This is the initial released of nix-weather, a cli-tool written in Rust, that checks how many of your NixOS system’s build dependencies are in a binary cache.
$ nix-weather -n myhost -c /etc/config/
Found Nix Requisites in 8 seconds
Checked 2789 packages in 1 seconds
Found 2676/2789 (95.95%) in cache
Specifically, this solves a problem we’ve had at DBC Digital where we come back to the office on Mondays, start deploying an update, and find that all of the CUDA related packages we need haven’t hit cache yet, making deployments take much longer than if we’d just waited a bit.
So to speak, it checks if the “weather on the cache” is bad today.
Feel free to try it out from the GitHub mirror (it’s likely faster than my forgejo instance, and I’d appreciate saving the bandwidth). Also, be aware that this is still a very early prototype, and is likely gonna see many breaking changes in the future.
Someone once told me that “Guix developers are not very good at achieving interoperability between different platforms, which is why they have not had an unstable channel like nixos, and have come up with something as crappy as guix-weather” and now we have nix-weather
given the repos seem not open to filing threads (fem.gg closed to signup, the github repo not having an issue list): it would be nice if this were compatible with lix as well , currently that seems not to like the used pipe-operator experimental feature.

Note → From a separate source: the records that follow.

//! What happens to single readings and to whole streams, apart from drift.

use crate::range::Draw;

/// A disturbance of a stream; times in days from the start.
#[derive(Clone, Copy, Debug, PartialEq)]
pub enum Disturbance {
    /// Nothing.
    None,
    /// From `at` on the last value is repeated.
    Stuck {
        /// When.
        at: f64,
    },
    /// Single readings and bursts far off.
    Spikes {
        /// Mean days between two.
        every: f64,
        /// How far, in the channel's unit.
        height: f64,
        /// Longest burst, readings.
        longest: u32,
    },
    /// Half of the reference's values are missing for a day before `at`, all after it.
    ReferenceDying {
        /// When the last value has come.
        at: f64,
    },
    /// No indications from `from` to `to`.
    DataGap {
        /// Beginning.
        from: f64,
        /// End.
        to: f64,
    },
}

/// Days during which a dying reference still sends some of its values.
pub const DYING_DAYS: f64 = 1.0;

/// A disturbance at work on one stream of readings.
#[derive(Clone, Debug)]
pub struct Disturber {
    disturbance: Disturbance,
    draw: Draw,
    held: Option<f64>,
    burst_left: u32,
    burst: f64,
    /// Readings for which it rests after a disturbance: two bursts in a row would be one that is
    /// longer than stated.
    rest: u32,
}

impl Disturber {
    /// The disturbance with its source of random numbers.
    #[must_use]
    pub fn new(disturbance: Disturbance, draw: Draw) -> Self {
        Self {
            disturbance,
            draw,
            held: None,
            burst_left: 0,
            burst: 0.0,
            rest: 0,
        }
    }

    /// What the sensor sends instead of `value`, `step` days after the reading before; `None`:
    /// nothing.
    pub fn indication(&mut self, day: f64, step: f64, value: f64) -> Option<f64> {
        match self.disturbance {
            Disturbance::DataGap { from, to } if day >= from && day < to => None,
            Disturbance::Stuck { at } if day >= at => Some(*self.held.get_or_insert(value)),
            Disturbance::Spikes {
                every,
                height,
                longest,
            } => Some(value + self.spike(step / every, height, longest)),
            _ => Some(value),
        }
    }

    /// Whether the sensor repeats an old value at `day`.
    #[must_use]
    pub fn is_stuck(&self, day: f64) -> bool {
        matches!(self.disturbance, Disturbance::Stuck { at } if day >= at)
    }

    /// Whether the reference's value at `day` is sent.
    pub fn reference_arrives(&mut self, day: f64) -> bool {
        match self.disturbance {
            Disturbance::ReferenceDying { at } if day >= at => false,
            Disturbance::ReferenceDying { at } if day >= at - DYING_DAYS => self.draw.unit() < 0.5,
            _ => true,
        }
    }

    /// The offset of this reading: zero, or that of a running burst.
    fn spike(&mut self, chance: f64, height: f64, longest: u32) -> f64 {
        if self.rest > 0 {
            self.rest -= 1;
            return 0.0;
        }
        if self.burst_left == 0 {
            if self.draw.unit() >= chance {
                return 0.0;
            }
            self.burst = height * self.draw.sign();
            // Half of the disturbances are single spikes, the others bursts of 2 … longest
            // readings.
            let mut length = 1;
            if self.draw.unit() < 0.5 {
                while length < longest && self.draw.unit() < 0.6 {
                    length += 1;
                }
            }
            self.burst_left = length;
        }
        self.burst_left -= 1;
        if self.burst_left == 0 {
            self.rest = longest;
        }
        self.burst
    }
}

#[cfg(test)]
mod tests {
    use super::*;
    use crate::range::Duty;

    fn disturber(disturbance: Disturbance) -> Disturber {
        Disturber::new(disturbance, Draw::new(1, 0, Duty::Disturbance))
    }

    #[test]
    fn a_stuck_sensor_repeats_one_value() {
        let mut stuck = disturber(Disturbance::Stuck { at: 2.0 });
        let sent: Vec<_> = [(1.0, 5.0), (2.0, 6.0), (3.0, 7.0)]
            .map(|(day, value)| stuck.indication(day, 1.0, value))
            .to_vec();
        assert_eq!(sent, [Some(5.0), Some(6.0), Some(6.0)]);
    }

    #[test]
    fn a_gap_is_silent_between_its_ends_only() {
        let mut gap = disturber(Disturbance::DataGap { from: 1.0, to: 2.0 });
        let sent = [0.9, 1.0, 1.9, 2.0].map(|day| gap.indication(day, 0.1, 4.0));
        assert_eq!(sent, [Some(4.0), None, None, Some(4.0)]);
    }

    #[test]
    fn spikes_come_as_often_and_as_long_as_stated() {
        let mut spikes = disturber(Disturbance::Spikes {
            every: 1.0,
            height: 9.0,
            longest: 4,
        });
        let step = 1.0 / 72.0;
        let offsets: Vec<f64> = (0..72_000)
            .filter_map(|k| spikes.indication(f64::from(k) * step, step, 0.0))
            .collect();
        assert!(offsets.iter().all(|o| [0.0, 9.0, -9.0].contains(o)));
        let starts = offsets
            .windows(2)
            .filter(|pair| pair[0] == 0.0 && pair[1] != 0.0)
            .count();
        // One a day, less the share of the time that is burst or rest (6 of 72 readings): a count
        // of about 920 with four standard deviations.
        assert!((800..1040).contains(&starts), "{starts}");
        let mut longest = 0;
        let mut run = 0;
        for offset in &offsets {
            run = if *offset == 0.0 { 0 } else { run + 1 };
            longest = longest.max(run);
        }
        assert_eq!(longest, 4);
    }

    #[test]
    fn a_dying_reference_thins_out_then_stops() {
        let mut dying = disturber(Disturbance::ReferenceDying { at: 10.0 });
        let hours = |from: u32, to: u32, dying: &mut Disturber| {
            (from..to)
                .filter(|h| dying.reference_arrives(f64::from(*h) / 24.0))
                .count()
        };
        assert_eq!(hours(0, 216, &mut dying), 216);
        let thin = hours(216, 240, &mut dying);
        assert!((4..=20).contains(&thin), "{thin}");
        assert_eq!(hours(240, 480, &mut dying), 0);
    }
}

find that all of the CUDA related packages we need haven’t hit cache yet
Does this imply that your input (flake or otherwise) is getting updated before the cached artifacts are available?
Is this due to nixpkgs’s branches moving before the artifacts are all uploaded to the cache? Or is this more about some other repos you use?
Just wondering, since in the past I’ve had doubts about whether the branch update is perfectly synchronized after all hydra artifacts for the channel were pushed to the cache. In my opinion, if that’s not synchronized, maybe we should try to fix that?
Thanks, I’ll open an issue (haven’t triaged yet). I haven’t had time to setup some actual way to collaborate on the project yet via the forge (so far I’ve just received emails and email patches, I may document that).
Yes, the way it works is we first bump the inputs, and then a CI step starts building and pushing to the cache.
I’ve had similar suspicions at one point when waiting for Linux 6.11 to get merged, and there was a brief amount of time where it didn’t seem to get the right version (so not specifically a cache miss), but it did seem to have something to do with some cache ttl elsewhere. I think it could be interesting to explore thou.
hey there, i think you mentioned someone had made an application similar to nix-weather since. i was wondering, which one was that?
it might be interesting to mention related works like that in the readme as well.